To do —
Produce the records again in full, exactly as shown below.

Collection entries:
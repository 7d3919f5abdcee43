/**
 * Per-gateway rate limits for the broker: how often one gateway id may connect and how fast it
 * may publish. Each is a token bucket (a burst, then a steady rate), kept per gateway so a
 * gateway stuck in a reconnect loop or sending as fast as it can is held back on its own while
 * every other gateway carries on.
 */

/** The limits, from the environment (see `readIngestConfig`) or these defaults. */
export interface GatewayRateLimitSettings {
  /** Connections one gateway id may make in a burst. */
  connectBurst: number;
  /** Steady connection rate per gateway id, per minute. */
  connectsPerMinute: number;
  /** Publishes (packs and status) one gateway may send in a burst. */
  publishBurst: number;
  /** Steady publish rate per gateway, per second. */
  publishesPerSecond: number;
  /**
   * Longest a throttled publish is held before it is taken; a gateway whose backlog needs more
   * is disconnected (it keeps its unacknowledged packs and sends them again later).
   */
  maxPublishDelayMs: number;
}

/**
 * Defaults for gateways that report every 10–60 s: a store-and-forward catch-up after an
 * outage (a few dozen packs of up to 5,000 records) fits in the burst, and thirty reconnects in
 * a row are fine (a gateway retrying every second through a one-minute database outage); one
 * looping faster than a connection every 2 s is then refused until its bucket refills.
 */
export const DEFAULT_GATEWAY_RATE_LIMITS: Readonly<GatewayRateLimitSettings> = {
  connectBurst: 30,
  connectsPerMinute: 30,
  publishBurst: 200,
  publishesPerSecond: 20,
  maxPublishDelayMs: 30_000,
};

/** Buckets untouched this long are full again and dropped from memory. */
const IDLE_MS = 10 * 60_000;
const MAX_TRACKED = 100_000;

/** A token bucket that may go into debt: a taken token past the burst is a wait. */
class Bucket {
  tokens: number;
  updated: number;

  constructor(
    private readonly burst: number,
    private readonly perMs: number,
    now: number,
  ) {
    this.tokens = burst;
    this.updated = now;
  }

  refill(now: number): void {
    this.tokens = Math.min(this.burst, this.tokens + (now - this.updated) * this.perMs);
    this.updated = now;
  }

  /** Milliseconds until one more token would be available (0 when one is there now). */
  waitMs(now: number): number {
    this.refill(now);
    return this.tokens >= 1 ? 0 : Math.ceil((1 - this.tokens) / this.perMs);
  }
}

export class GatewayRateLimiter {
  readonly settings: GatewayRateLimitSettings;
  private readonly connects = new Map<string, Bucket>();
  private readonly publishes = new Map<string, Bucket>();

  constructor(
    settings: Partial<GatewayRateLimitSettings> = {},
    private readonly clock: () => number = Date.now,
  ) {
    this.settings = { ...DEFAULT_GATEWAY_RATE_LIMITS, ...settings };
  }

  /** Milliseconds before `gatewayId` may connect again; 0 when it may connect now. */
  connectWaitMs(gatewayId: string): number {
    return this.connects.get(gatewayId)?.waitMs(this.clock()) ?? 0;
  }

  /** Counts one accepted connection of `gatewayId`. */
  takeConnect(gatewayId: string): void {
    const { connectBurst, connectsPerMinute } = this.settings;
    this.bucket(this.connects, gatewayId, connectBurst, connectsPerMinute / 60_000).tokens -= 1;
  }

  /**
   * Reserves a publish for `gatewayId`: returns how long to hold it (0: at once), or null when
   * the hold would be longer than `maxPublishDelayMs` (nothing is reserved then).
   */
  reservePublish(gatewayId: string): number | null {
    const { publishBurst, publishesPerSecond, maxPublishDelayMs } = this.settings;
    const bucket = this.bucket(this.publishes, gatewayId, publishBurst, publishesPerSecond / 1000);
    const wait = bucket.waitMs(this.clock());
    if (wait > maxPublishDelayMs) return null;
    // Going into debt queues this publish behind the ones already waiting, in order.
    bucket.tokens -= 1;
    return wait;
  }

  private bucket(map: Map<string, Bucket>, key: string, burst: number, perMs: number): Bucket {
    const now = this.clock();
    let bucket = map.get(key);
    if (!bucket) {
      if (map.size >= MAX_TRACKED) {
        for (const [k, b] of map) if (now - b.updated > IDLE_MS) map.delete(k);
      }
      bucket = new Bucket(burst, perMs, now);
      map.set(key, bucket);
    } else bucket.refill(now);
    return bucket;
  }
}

Task answer —
repository 7d3919f5abdcee43
/**
 * Per-gateway rate limits for the broker: how often one gateway id may connect and how fast it
 * may publish. Each is a token bucket (a burst, then a steady rate), kept per gateway so a
 * gateway stuck in a reconnect loop or sending as fast as it can is held back on its own while
 * every other gateway carries on.
 */

/** The limits, from the environment (see `readIngestConfig`) or these defaults. */
export interface GatewayRateLimitSettings {
  /** Connections one gateway id may make in a burst. */
  connectBurst: number;
  /** Steady connection rate per gateway id, per minute. */
  connectsPerMinute: number;
  /** Publishes (packs and status) one gateway may send in a burst. */
  publishBurst: number;
  /** Steady publish rate per gateway, per second. */
  publishesPerSecond: number;
  /**
   * Longest a throttled publish is held before it is taken; a gateway whose backlog needs more
   * is disconnected (it keeps its unacknowledged packs and sends them again later).
   */
  maxPublishDelayMs: number;
}

/**
 * Defaults for gateways that report every 10–60 s: a store-and-forward catch-up after an
 * outage (a few dozen packs of up to 5,000 records) fits in the burst, and thirty reconnects in
 * a row are fine (a gateway retrying every second through a one-minute database outage); one
 * looping faster than a connection every 2 s is then refused until its bucket refills.
 */
export const DEFAULT_GATEWAY_RATE_LIMITS: Readonly<GatewayRateLimitSettings> = {
  connectBurst: 30,
  connectsPerMinute: 30,
  publishBurst: 200,
  publishesPerSecond: 20,
  maxPublishDelayMs: 30_000,
};

/** Buckets untouched this long are full again and dropped from memory. */
const IDLE_MS = 10 * 60_000;
const MAX_TRACKED = 100_000;

/** A token bucket that may go into debt: a taken token past the burst is a wait. */
class Bucket {
  tokens: number;
  updated: number;

  constructor(
    private readonly burst: number,
    private readonly perMs: number,
    now: number,
  ) {
    this.tokens = burst;
    this.updated = now;
  }

  refill(now: number): void {
    this.tokens = Math.min(this.burst, this.tokens + (now - this.updated) * this.perMs);
    this.updated = now;
  }

  /** Milliseconds until one more token would be available (0 when one is there now). */
  waitMs(now: number): number {
    this.refill(now);
    return this.tokens >= 1 ? 0 : Math.ceil((1 - this.tokens) / this.perMs);
  }
}

export class GatewayRateLimiter {
  readonly settings: GatewayRateLimitSettings;
  private readonly connects = new Map<string, Bucket>();
  private readonly publishes = new Map<string, Bucket>();

  constructor(
    settings: Partial<GatewayRateLimitSettings> = {},
    private readonly clock: () => number = Date.now,
  ) {
    this.settings = { ...DEFAULT_GATEWAY_RATE_LIMITS, ...settings };
  }

  /** Milliseconds before `gatewayId` may connect again; 0 when it may connect now. */
  connectWaitMs(gatewayId: string): number {
    return this.connects.get(gatewayId)?.waitMs(this.clock()) ?? 0;
  }

  /** Counts one accepted connection of `gatewayId`. */
  takeConnect(gatewayId: string): void {
    const { connectBurst, connectsPerMinute } = this.settings;
    this.bucket(this.connects, gatewayId, connectBurst, connectsPerMinute / 60_000).tokens -= 1;
  }

  /**
   * Reserves a publish for `gatewayId`: returns how long to hold it (0: at once), or null when
   * the hold would be longer than `maxPublishDelayMs` (nothing is reserved then).
   */
  reservePublish(gatewayId: string): number | null {
    const { publishBurst, publishesPerSecond, maxPublishDelayMs } = this.settings;
    const bucket = this.bucket(this.publishes, gatewayId, publishBurst, publishesPerSecond / 1000);
    const wait = bucket.waitMs(this.clock());
    if (wait > maxPublishDelayMs) return null;
    // Going into debt queues this publish behind the ones already waiting, in order.
    bucket.tokens -= 1;
    return wait;
  }

  private bucket(map: Map<string, Bucket>, key: string, burst: number, perMs: number): Bucket {
    const now = this.clock();
    let bucket = map.get(key);
    if (!bucket) {
      if (map.size >= MAX_TRACKED) {
        for (const [k, b] of map) if (now - b.updated > IDLE_MS) map.delete(k);
      }
      bucket = new Bucket(burst, perMs, now);
      map.set(key, bucket);
    } else bucket.refill(now);
    return bucket;
  }
}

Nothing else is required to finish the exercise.